BEGIN

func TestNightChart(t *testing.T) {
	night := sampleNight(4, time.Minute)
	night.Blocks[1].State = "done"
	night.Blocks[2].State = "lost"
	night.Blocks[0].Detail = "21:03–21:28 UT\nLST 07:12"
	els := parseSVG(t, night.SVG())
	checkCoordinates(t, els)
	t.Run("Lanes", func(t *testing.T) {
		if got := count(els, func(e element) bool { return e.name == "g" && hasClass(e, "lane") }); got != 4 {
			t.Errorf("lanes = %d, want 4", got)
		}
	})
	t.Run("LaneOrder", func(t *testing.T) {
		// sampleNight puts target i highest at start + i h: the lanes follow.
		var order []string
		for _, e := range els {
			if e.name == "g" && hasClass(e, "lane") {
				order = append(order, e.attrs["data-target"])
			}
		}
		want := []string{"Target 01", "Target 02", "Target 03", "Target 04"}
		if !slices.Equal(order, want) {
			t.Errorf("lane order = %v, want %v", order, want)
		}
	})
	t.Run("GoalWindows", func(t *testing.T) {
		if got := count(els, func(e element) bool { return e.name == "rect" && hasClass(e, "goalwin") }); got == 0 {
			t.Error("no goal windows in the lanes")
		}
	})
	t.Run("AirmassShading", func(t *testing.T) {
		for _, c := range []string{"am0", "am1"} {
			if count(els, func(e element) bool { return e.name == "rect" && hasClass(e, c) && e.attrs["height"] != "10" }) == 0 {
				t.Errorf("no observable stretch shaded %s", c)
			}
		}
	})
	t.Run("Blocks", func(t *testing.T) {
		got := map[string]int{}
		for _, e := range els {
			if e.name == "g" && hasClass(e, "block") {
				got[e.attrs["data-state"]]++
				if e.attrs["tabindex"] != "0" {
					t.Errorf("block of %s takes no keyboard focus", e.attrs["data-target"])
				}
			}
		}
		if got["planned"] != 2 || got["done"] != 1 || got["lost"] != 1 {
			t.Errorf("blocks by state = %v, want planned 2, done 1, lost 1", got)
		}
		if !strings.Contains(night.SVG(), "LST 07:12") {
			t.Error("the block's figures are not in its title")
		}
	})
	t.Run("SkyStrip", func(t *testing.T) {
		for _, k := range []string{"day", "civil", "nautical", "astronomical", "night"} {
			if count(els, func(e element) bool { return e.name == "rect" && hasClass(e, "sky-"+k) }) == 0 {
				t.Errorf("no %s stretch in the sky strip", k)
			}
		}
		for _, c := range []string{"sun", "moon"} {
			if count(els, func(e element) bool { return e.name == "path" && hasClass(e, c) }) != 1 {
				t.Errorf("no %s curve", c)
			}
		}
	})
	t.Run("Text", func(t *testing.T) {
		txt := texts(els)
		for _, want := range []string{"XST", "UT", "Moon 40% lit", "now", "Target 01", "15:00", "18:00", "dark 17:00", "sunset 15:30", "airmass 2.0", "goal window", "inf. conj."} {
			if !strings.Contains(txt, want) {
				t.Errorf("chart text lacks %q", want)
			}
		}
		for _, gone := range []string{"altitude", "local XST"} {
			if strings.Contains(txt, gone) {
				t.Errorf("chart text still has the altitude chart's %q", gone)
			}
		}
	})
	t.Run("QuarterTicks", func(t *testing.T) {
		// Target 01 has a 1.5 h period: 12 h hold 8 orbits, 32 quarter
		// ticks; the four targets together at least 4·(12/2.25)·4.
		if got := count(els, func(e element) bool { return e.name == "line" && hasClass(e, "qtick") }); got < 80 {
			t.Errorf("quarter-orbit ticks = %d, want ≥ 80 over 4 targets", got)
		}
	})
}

END

Exercise details: For each line in the data that holds the word "range", copy the line.

Exercise result:
		for _, e := range els {
		for _, c := range []string{"am0", "am1"} {
		for _, e := range els {
		for _, k := range []string{"day", "civil", "nautical", "astronomical", "night"} {
		for _, c := range []string{"sun", "moon"} {
		for _, want := range []string{"XST", "UT", "Moon 40% lit", "now", "Target 01", "15:00", "18:00", "dark 17:00", "sunset 15:30", "airmass 2.0", "goal window", "inf. conj."} {
		for _, gone := range []string{"altitude", "local XST"} {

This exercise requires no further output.